#### [Exercise materials]
———
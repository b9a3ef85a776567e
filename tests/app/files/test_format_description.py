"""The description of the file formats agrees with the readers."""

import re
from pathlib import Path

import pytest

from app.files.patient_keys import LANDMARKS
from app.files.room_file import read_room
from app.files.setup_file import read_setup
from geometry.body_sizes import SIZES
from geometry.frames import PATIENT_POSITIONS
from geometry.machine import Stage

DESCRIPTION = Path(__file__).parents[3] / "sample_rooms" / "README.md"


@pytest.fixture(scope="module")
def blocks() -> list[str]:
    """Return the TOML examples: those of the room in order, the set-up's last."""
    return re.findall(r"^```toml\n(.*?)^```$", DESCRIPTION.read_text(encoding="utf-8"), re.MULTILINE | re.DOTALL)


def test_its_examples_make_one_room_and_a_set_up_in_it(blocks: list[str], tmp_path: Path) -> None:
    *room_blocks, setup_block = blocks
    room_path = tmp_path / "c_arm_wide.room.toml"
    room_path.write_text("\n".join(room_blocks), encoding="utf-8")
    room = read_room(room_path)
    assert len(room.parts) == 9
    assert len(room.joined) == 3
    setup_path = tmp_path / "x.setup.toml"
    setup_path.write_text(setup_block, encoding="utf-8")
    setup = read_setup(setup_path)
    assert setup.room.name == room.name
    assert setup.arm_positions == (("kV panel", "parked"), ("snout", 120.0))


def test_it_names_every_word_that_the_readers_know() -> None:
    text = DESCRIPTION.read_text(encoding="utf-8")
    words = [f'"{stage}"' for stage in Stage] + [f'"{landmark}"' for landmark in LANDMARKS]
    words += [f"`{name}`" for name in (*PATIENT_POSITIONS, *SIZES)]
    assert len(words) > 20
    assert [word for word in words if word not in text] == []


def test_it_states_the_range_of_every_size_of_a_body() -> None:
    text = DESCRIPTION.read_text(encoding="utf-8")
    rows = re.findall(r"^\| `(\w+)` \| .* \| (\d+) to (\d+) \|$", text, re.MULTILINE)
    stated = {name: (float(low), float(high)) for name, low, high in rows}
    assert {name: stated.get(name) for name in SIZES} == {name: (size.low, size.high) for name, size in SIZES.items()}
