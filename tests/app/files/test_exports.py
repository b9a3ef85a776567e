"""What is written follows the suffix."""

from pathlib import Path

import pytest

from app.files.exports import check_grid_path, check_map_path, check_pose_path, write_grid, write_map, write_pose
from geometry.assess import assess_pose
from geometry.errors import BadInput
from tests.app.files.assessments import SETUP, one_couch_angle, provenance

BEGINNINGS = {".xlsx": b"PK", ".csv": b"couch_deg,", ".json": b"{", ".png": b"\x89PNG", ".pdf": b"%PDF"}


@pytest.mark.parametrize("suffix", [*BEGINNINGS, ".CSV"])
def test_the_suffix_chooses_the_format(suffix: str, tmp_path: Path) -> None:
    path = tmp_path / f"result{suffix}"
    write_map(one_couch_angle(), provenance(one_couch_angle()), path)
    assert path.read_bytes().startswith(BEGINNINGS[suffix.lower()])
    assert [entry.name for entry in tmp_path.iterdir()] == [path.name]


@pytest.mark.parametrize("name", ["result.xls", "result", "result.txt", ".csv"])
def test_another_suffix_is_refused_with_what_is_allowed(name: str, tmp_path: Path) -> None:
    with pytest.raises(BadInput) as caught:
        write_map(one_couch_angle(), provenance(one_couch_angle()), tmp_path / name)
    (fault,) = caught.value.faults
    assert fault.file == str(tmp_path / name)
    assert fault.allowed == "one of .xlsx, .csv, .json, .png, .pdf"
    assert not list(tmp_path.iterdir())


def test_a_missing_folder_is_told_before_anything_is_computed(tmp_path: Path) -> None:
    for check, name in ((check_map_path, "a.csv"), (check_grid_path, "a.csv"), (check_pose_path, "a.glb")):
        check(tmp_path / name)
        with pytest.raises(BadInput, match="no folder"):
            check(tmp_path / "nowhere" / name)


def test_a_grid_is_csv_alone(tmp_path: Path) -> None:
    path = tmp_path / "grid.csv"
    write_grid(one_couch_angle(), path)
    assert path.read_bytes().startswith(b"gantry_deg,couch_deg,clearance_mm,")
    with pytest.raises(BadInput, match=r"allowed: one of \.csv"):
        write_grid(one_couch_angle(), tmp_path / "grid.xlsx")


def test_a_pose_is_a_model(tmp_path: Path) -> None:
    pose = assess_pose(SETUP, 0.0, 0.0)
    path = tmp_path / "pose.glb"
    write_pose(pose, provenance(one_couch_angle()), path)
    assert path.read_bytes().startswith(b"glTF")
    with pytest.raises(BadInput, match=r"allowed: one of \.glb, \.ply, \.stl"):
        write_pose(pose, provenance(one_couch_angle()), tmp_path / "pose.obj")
———
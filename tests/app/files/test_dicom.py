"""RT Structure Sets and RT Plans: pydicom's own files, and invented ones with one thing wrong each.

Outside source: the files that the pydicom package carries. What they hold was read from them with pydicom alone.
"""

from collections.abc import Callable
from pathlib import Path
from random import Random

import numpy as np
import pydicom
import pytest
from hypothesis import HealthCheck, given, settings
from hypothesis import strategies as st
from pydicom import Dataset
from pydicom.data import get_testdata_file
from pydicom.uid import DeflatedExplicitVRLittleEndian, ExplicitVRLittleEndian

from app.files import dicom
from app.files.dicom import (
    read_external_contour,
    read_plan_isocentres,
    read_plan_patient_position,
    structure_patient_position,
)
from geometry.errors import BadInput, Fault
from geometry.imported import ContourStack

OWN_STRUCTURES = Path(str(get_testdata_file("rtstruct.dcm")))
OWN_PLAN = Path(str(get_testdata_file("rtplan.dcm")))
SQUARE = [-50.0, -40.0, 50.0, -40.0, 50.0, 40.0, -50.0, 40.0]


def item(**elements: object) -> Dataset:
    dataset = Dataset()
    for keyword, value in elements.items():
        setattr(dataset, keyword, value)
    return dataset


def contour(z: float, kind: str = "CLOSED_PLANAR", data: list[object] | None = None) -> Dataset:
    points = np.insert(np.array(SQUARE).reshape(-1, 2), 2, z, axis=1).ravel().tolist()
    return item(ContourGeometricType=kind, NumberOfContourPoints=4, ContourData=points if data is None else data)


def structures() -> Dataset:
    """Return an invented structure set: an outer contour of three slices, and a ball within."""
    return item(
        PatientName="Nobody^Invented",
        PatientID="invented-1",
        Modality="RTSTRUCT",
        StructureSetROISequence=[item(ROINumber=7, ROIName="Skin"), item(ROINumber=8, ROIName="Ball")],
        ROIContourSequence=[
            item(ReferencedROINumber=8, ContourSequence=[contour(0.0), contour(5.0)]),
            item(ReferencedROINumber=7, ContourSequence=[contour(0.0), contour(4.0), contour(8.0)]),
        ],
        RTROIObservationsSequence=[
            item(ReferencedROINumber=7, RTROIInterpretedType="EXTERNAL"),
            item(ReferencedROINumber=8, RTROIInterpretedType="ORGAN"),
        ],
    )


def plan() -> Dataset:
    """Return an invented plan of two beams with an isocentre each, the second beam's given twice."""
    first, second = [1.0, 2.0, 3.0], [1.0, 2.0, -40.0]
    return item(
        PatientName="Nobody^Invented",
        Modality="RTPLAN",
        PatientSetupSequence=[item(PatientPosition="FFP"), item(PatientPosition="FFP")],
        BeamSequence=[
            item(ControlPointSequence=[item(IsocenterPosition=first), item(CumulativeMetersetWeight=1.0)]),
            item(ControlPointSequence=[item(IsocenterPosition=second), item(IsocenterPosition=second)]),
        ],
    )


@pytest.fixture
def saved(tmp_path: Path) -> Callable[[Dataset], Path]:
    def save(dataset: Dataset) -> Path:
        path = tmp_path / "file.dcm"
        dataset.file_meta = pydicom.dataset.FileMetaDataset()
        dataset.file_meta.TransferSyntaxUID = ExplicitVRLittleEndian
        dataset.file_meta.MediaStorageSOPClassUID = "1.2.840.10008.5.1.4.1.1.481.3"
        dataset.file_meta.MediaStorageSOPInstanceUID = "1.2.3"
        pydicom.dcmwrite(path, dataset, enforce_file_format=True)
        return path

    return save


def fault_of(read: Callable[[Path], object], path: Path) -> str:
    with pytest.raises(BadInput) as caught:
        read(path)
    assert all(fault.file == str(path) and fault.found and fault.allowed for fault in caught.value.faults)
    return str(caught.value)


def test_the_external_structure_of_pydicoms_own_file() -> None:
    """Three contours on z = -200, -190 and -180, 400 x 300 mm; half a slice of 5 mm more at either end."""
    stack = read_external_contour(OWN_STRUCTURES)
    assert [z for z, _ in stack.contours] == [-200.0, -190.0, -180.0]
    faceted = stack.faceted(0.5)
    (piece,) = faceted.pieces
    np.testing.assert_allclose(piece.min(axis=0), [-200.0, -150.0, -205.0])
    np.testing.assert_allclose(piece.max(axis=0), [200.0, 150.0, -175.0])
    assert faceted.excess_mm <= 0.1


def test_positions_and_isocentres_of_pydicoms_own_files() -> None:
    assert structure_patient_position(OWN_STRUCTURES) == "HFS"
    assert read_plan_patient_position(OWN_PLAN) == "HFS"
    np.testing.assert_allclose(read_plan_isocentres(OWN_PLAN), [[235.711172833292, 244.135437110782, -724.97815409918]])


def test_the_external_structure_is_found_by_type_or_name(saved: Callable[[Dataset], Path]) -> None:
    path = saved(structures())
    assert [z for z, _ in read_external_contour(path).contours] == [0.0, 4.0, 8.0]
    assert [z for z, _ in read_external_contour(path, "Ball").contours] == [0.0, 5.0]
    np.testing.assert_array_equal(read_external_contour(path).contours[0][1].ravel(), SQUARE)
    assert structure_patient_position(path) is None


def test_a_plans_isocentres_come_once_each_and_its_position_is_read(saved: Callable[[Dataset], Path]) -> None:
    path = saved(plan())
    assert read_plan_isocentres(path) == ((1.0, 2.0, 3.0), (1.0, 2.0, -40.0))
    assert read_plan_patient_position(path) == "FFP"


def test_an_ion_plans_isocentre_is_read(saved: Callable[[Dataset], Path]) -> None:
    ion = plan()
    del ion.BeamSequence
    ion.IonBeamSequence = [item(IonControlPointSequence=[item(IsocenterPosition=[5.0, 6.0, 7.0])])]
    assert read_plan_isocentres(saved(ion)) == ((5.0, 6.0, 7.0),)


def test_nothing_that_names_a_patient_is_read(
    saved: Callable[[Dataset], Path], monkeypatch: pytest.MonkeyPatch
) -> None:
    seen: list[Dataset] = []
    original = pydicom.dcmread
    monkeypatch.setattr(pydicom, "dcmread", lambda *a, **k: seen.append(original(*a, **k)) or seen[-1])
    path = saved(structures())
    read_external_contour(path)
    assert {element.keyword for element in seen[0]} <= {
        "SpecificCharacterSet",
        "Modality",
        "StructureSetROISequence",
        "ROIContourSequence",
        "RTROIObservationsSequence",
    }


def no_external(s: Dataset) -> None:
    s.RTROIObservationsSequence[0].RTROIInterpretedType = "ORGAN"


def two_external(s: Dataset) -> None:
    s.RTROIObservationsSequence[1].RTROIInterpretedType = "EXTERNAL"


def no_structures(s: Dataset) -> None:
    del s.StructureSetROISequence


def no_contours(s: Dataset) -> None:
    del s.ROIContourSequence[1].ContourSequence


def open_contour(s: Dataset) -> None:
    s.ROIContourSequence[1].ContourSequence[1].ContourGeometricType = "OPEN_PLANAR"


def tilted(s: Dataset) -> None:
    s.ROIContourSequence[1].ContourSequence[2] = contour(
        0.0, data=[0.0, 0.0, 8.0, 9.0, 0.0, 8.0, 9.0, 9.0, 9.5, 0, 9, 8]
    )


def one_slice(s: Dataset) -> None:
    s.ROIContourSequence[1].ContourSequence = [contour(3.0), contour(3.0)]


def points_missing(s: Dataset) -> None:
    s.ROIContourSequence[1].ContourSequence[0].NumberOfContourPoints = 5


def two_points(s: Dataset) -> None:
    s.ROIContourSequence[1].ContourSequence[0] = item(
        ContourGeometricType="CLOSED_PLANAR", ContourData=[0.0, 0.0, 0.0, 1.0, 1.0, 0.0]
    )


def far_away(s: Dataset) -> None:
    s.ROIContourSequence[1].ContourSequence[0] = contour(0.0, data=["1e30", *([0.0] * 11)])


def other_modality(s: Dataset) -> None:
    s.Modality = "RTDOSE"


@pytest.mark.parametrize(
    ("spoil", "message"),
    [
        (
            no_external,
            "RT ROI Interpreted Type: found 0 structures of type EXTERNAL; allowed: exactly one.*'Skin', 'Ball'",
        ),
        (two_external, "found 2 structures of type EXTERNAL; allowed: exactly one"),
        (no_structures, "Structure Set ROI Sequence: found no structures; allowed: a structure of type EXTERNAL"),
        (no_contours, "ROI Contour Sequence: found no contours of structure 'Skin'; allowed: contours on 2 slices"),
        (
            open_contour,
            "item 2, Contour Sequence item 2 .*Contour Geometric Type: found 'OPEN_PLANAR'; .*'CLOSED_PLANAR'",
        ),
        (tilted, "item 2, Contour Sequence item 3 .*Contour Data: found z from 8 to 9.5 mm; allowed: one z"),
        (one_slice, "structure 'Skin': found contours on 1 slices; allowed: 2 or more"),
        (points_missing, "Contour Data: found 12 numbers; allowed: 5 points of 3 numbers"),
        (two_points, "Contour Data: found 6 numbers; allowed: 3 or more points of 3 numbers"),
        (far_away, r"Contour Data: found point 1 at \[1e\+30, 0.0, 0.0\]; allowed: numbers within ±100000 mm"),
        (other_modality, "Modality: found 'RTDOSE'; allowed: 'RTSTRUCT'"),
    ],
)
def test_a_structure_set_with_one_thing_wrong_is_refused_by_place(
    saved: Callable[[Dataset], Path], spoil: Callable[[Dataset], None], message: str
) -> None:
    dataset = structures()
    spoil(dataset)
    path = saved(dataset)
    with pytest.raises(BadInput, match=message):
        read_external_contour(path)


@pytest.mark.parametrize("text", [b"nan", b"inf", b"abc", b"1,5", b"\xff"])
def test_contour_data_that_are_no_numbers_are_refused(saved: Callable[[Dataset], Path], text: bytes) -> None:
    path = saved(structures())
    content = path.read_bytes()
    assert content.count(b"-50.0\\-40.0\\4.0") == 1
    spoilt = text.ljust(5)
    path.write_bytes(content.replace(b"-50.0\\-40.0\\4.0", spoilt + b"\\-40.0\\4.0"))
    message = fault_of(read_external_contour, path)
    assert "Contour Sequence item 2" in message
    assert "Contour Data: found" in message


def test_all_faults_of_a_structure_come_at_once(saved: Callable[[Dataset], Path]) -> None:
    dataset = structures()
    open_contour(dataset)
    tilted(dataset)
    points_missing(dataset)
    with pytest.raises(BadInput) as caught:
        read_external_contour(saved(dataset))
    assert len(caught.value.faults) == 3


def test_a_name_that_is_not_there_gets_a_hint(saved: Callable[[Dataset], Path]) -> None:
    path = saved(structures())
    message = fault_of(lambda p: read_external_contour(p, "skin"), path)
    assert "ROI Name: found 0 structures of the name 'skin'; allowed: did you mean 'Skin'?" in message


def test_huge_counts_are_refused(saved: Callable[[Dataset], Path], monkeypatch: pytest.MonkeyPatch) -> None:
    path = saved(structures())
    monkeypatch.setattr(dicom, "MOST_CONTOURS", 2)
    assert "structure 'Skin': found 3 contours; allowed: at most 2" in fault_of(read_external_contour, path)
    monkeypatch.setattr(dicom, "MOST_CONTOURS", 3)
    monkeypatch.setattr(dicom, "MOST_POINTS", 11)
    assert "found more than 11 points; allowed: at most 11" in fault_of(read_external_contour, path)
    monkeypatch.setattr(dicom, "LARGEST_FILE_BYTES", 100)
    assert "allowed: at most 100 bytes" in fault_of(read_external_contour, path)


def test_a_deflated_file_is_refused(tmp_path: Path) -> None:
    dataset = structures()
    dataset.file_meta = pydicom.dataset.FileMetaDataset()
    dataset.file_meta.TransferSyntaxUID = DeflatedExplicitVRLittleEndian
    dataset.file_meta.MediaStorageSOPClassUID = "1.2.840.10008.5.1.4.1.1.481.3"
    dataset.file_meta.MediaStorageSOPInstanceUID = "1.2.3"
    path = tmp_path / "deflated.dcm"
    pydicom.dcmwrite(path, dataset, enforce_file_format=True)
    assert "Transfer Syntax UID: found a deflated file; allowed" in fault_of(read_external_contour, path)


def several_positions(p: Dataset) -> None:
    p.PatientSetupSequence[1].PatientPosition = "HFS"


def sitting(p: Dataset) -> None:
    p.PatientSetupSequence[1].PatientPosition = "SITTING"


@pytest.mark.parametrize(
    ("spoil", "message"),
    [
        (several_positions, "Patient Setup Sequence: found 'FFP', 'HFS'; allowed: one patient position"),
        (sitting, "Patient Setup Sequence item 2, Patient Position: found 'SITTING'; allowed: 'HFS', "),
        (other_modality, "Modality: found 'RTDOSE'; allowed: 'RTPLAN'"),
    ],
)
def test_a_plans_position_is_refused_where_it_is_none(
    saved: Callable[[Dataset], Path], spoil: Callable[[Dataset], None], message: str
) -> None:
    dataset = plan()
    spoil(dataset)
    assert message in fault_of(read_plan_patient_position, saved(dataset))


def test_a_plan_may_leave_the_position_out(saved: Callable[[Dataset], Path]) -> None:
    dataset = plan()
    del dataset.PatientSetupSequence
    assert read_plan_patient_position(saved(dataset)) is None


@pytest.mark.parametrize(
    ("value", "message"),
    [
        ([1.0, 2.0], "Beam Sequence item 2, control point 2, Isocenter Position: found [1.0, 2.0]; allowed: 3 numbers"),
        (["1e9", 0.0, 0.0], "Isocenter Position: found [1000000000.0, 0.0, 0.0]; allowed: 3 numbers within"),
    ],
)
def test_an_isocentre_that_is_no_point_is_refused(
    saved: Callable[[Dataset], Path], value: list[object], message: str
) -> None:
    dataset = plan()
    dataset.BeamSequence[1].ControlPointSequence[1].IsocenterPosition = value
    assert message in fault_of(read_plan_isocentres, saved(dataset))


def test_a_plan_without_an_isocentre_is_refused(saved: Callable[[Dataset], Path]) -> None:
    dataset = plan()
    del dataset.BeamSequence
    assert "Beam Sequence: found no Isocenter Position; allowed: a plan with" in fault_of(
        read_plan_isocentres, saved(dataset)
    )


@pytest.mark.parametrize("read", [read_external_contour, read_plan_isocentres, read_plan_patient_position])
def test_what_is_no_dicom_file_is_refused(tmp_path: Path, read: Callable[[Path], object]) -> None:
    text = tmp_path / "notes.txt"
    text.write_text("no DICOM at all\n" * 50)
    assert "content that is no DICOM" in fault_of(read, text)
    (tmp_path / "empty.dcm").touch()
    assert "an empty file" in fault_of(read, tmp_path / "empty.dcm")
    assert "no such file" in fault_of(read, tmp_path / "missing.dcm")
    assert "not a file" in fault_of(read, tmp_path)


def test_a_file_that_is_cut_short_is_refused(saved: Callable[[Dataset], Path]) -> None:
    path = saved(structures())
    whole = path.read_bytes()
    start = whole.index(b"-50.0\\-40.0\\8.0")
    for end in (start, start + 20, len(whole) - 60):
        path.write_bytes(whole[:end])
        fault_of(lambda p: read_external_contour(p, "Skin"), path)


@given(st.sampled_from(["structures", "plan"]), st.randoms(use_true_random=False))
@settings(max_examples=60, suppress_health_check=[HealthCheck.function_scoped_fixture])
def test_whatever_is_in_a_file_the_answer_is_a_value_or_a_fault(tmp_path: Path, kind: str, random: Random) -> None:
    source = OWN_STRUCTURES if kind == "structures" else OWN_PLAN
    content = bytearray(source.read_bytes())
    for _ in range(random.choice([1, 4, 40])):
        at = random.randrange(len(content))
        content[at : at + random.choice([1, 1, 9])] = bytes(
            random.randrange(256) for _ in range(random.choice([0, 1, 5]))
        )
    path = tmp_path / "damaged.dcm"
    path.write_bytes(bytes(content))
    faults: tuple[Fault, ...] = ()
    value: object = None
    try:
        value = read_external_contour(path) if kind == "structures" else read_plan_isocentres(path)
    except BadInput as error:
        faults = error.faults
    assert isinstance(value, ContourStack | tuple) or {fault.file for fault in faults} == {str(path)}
———
#### [What the task asks]
Return each line from the material that includes the string "slices".

#### [Answer for this exercise]
    """Return an invented structure set: an outer contour of three slices, and a ball within."""
        (no_contours, "ROI Contour Sequence: found no contours of structure 'Skin'; allowed: contours on 2 slices"),
        (one_slice, "structure 'Skin': found contours on 1 slices; allowed: 2 or more"),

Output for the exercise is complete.